◆ **DATA**:
_____

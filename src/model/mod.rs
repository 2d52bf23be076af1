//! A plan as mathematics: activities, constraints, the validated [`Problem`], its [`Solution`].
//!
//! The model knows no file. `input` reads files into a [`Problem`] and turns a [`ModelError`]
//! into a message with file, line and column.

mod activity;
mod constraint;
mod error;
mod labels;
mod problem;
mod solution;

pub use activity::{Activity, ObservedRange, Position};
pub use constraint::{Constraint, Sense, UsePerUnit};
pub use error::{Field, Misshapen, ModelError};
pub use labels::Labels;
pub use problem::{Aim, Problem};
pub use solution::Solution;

_____

Restate the whole listing exactly, leaving out nothing.

filename src/model/mod.rs
repository 2d52bf23be076af1
//! A plan as mathematics: activities, constraints, the validated [`Problem`], its [`Solution`].
//!
//! The model knows no file. `input` reads files into a [`Problem`] and turns a [`ModelError`]
//! into a message with file, line and column.

mod activity;
mod constraint;
mod error;
mod labels;
mod problem;
mod solution;

pub use activity::{Activity, ObservedRange, Position};
pub use constraint::{Constraint, Sense, UsePerUnit};
pub use error::{Field, Misshapen, ModelError};
pub use labels::Labels;
pub use problem::{Aim, Problem};
pub use solution::Solution;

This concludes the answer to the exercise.